◆ What is being asked ◆
Look through the listing and report every line that has "compileModel" in it.

──────

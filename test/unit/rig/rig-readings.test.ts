/** The tablet's own plausibility check before an entry is queued (src/components/rig-readings.ts). */
import { describe, expect, it } from 'vitest';
import { checkTabletReadings } from '@/components/rig-readings';

const responses = [
  { name: 'apex_height', unit: 'mm' },
  { name: 'energy', unit: 'mJ' },
  { name: 'hops_completed' },
];
const entry = { passed: true, failureReason: '', startedAt: '2026-03-02T11:50:00Z', finishedAt: '2026-03-02T11:52:00Z' };
const context = { now: '2026-03-02T12:00:00Z', robotMassKg: 0.001 };

describe('tablet readings check', () => {
  it('accepts plausible readings', () => {
    expect(checkTabletReadings(responses, { apex_height: 182, energy: 4.2, hops_completed: 3 }, entry, context).errors).toEqual([]);
  });

  it('refuses an apex of several metres, naming the response field', () => {
    const check = checkTabletReadings(responses, { apex_height: 5000 }, entry, context);
    expect(check.errors[0]!.field).toBe('observations.apex_height');
    expect(check.errors[0]!.message).toMatch(/unit/);
  });

  it('refuses negative energy and a finish time in the future', () => {
    expect(checkTabletReadings(responses, { energy: -1 }, entry, context).errors[0]!.field).toBe('observations.energy');
    const future = checkTabletReadings(responses, {}, { ...entry, finishedAt: '2026-03-02T13:00:00Z' }, context);
    expect(future.errors.map((e) => e.field)).toContain('finishedAt');
  });
});
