import { IfMay } from '@/components/role-context';
import Link from 'next/link';
import '@/app/plan.css';
import { notFound } from 'next/navigation';
import { CampaignNav } from '@/components/CampaignNav';
import { PlannerPanel, type CandidateSpec } from '@/components/PlannerPanel';
import { isDomainError } from '@/domain/errors';
import { compileModel, standardTerms } from '@/domain/factors';
import { domainFactors, getCampaign } from '@/server/repos/campaigns';
import { listRuns } from '@/server/repos/runs';
import { requirePagePrincipal } from '@/server/auth/page-session';

export const dynamic = 'force-dynamic';

export default async function PlannerPage({ params, searchParams }: { params: Promise<{ id: string }>; searchParams: Promise<{ jobs?: string | string[] }> }) {
  await requirePagePrincipal();
  const { id } = await params;
  // Candidate searches still running or finished, by candidate position (the panel puts them in the URL).
  const jobsParam = (await searchParams).jobs;
  const initialJobs = (typeof jobsParam === 'string' ? jobsParam : '').split(',').slice(0, 3).map((j) => (/^[A-Za-z0-9_-]{1,64}$/.test(j) ? j : ''));
  const campaign = await getCampaign(id).catch((e) => {
    if (isDomainError(e) && e.code === 'not_found') notFound();
    throw e;
  });
  const runs = await listRuns(id);
  const hard = campaign.factors.filter((f) => f.hardToChange);
  const easy = campaign.factors.length - hard.length;
  // Default pair: the full factorial against a smaller optimal design for the same interactions model
  // (three runs more than its parameters, a choice of ours); with hard-to-change factors the optimal one
  // is split-plot with whole plots of about three runs.
  const base: CandidateSpec = { method: 'full-factorial', model: 'interactions', runs: '', centerPoints: '', wholePlots: '', criterion: '', seed: '1' };
  const factors = domainFactors(campaign);
  const parameters = compileModel(factors, standardTerms(factors, 'interactions')).labels.length;
  const runsB = parameters + 3;
  const optimal: CandidateSpec = {
    ...base,
    method: 'optimal',
    runs: String(runsB),
    wholePlots: hard.length && easy ? String(Math.max(2, Math.round(runsB / 3))) : '',
  };
  return (
    <>
      <CampaignNav id={id} current="/planner" name={campaign.name} isDemo={campaign.isDemo} />
      <p>
        <Link href={`/campaigns/${id}`}>← back to Plan &amp; design</Link>
        {hard.length ? <span className="muted"> Hard-to-change: {hard.map((f) => `${f.name} (${f.changeMinutes} min per change)`).join(', ')}; give whole plots for a split-plot candidate.</span> : null}
      </p>
      <IfMay action="plan" otherwise={<p className="muted">Your role may read the plan but not change it.</p>}><PlannerPanel campaignId={id} defaults={[base, optimal]} hasRuns={runs.length > 0} initialJobs={initialJobs.some(Boolean) ? initialJobs : []} /></IfMay>
    </>
  );
}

──────

◆ Answer space ◆
import { compileModel, standardTerms } from '@/domain/factors';
  const parameters = compileModel(factors, standardTerms(factors, 'interactions')).labels.length;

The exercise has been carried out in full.